**INPUT FOR THIS TASK**
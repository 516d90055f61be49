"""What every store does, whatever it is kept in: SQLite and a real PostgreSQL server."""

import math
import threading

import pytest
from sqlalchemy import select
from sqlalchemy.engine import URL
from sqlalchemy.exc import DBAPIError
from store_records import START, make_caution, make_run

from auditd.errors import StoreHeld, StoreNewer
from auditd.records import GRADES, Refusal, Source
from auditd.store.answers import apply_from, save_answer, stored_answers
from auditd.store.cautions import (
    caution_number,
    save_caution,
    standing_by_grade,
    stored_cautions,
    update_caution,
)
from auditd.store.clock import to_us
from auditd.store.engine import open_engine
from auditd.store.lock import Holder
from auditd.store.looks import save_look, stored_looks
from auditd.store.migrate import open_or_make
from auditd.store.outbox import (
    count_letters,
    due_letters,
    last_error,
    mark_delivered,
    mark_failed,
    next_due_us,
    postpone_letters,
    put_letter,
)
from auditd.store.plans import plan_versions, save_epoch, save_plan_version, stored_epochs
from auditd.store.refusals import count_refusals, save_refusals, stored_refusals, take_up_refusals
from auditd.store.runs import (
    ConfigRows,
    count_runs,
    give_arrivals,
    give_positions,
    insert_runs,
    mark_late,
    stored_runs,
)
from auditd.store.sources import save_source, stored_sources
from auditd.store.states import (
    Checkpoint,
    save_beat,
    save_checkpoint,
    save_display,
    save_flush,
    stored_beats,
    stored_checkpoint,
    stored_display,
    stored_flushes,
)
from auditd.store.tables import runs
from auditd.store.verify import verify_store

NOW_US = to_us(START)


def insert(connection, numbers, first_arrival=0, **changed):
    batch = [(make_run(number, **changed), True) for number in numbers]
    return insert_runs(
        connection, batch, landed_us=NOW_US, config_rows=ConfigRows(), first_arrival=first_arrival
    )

**PROBLEM DESCRIPTION**
The answer must consist of every line from the data that contains the word "ConfigRows".

**EXERCISE ANSWER**
    ConfigRows,
        connection, batch, landed_us=NOW_US, config_rows=ConfigRows(), first_arrival=first_arrival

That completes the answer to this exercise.